The reality is that public transport is nobody’s baby. Yes, but from time to time, mantris and babus visit choice cities around the world to study public transport and traffic management systems. The famous BEST bus service of Mumbai was being throttled, till citizens led by Vidyadhar Date, a former assistant editor with The Times of India, rallied to rescue it.

No thought has been given to parking at hospitals, courts, tourist places etc whereas malls and multiplexes never seem to run out of parking. Even Mumbai’s business districts, Nariman Point, BKC and Mindspace, lack parking.

Coming back to the central issue: why is our traffic police in the stone age? Where are all the funds for the Smart City project going? Cameras are installed with great fanfare but are soon rendered useless because the vendors are not paid. And, what is the status of Mumbai’s Intelligent Traffic Management System sanctioned by the Fadnavis government last year at a cost of Rs 900 crore?

Stung by the slap, Mumbai traffic police have launched 'Operation All Out', ordering all cops to fan out in their jurisdictions and issue challans on a zero-tolerance basis, especially in parking cases. The proof of the pudding will be in Kalbadevi itself. Hope the cops also look for drunk drivers in the right places – outside bars.

Rising incidents of road rage, often targeting traffic cops, have led to cities across India looking for solutions. The solutions are staring them in the face. Kanpur plans to streamline parking in market places, Amritsar is remodelling 22 junctions and it has dawned on Indore that traffic jams are due to parking on public places and wrong-side driving.
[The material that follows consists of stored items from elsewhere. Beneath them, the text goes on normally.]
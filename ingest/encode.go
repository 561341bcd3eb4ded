package ingest

import (
	"math"
	"strconv"

	"driftfit/rolling"
)

// AppendReading appends d as a single-reading payload that Decoder reads
// back bit for bit: {"t":<Unix seconds>,"v":...,"ref":...,"unit":"..."},
// with ref only when HasRef and unit only when non-empty. It takes a
// Decoded rather than a rolling.Reading so that everything Decode returns
// can be sent again (wrap a plain reading as Decoded{Reading: r}).
//
// The time is written as exact decimal seconds and numbers in the
// shortest form that round-trips. A non-finite value, which a Reading must
// not hold, is written as 1e999, -1e999 or null (NaN): valid JSON that
// Decode rejects as non-finite or missing, so a test feed can produce such
// readings on purpose.
func AppendReading(dst []byte, d Decoded) []byte {
	dst = append(dst, `{"t":`...)
	dst = appendUnixSeconds(dst, d.UnixNano)
	dst = append(dst, `,"v":`...)
	dst = appendNumber(dst, d.Value)
	if d.HasRef {
		dst = append(dst, `,"ref":`...)
		dst = appendNumber(dst, d.Ref)
	}
	if len(d.Unit) > 0 {
		dst = append(dst, `,"unit":`...)
		dst = appendString(dst, d.Unit)
	}
	return append(dst, '}')
}

// AppendBatch appends rs as a batch payload for one sensor:
// {"sensor":"...","t":[...],"v":[...]}, the most compact shape Decoder
// reads. Times and values are written as by AppendReading.
func AppendBatch(dst []byte, sensor string, rs []rolling.Reading) []byte {
	dst = append(dst, `{"sensor":`...)
	dst = appendString(dst, sensor)
	dst = append(dst, `,"t":[`...)
	for i, r := range rs {
		if i > 0 {
			dst = append(dst, ',')
		}
		dst = appendUnixSeconds(dst, r.UnixNano)
	}
	dst = append(dst, `],"v":[`...)
	for i, r := range rs {
		if i > 0 {
			dst = append(dst, ',')
		}
		dst = appendNumber(dst, r.Value)
	}
	return append(dst, "]}"...)
}

// appendUnixSeconds writes ns as decimal seconds with at most 9 decimals
// and no trailing zeros, which ParseTime reads back exactly.
func appendUnixSeconds(dst []byte, ns int64) []byte {
	u := uint64(ns)
	if ns < 0 {
		dst = append(dst, '-')
		u = -u // two's complement; right for math.MinInt64 too
	}
	dst = strconv.AppendUint(dst, u/1e9, 10)
	frac := u % 1e9
	if frac == 0 {
		return dst
	}
	var digits [10]byte
	digits[0] = '.'
	for i := 9; i >= 1; i-- {
		digits[i] = byte('0' + frac%10)
		frac /= 10
	}
	n := 10
	for digits[n-1] == '0' {
		n--
	}
	return append(dst, digits[:n]...)
}

func appendNumber(dst []byte, v float64) []byte {
	switch {
	case math.IsNaN(v):
		return append(dst, "null"...)
	case math.IsInf(v, 1):
		return append(dst, "1e999"...)
	case math.IsInf(v, -1):
		return append(dst, "-1e999"...)
	}
	return strconv.AppendFloat(dst, v, 'g', -1, 64)
}

// appendString writes s as a JSON string. Bytes are copied as they are
// apart from the escapes JSON requires (quote, backslash, control
// characters), so Decode returns the same bytes.
func appendString[S []byte | string](dst []byte, s S) []byte {
	const hex = "0123456789abcdef"
	dst = append(dst, '"')
	for i := 0; i < len(s); i++ {
		switch c := s[i]; {
		case c == '"' || c == '\\':
			dst = append(dst, '\\', c)
		case c < 0x20:
			dst = append(dst, '\\', 'u', '0', '0', hex[c>>4], hex[c&0xF])
		default:
			dst = append(dst, c)
		}
	}
	return append(dst, '"')
}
Motorists too need to respect the rules and observe etiquette. Why complain when the new normal is lane cutting, driving on the wrong side, riding two-wheelers on pavements, kerb parking, needless honking and stopping on the zebra crossing.

Traffic congestion in cities is an age-old problem. Those in charge have to come up with solutions. Ancient Rome had such severe jams that Julius Caesar himself had to devise a traffic plan.

The writer is an independent journalist based in Mumbai.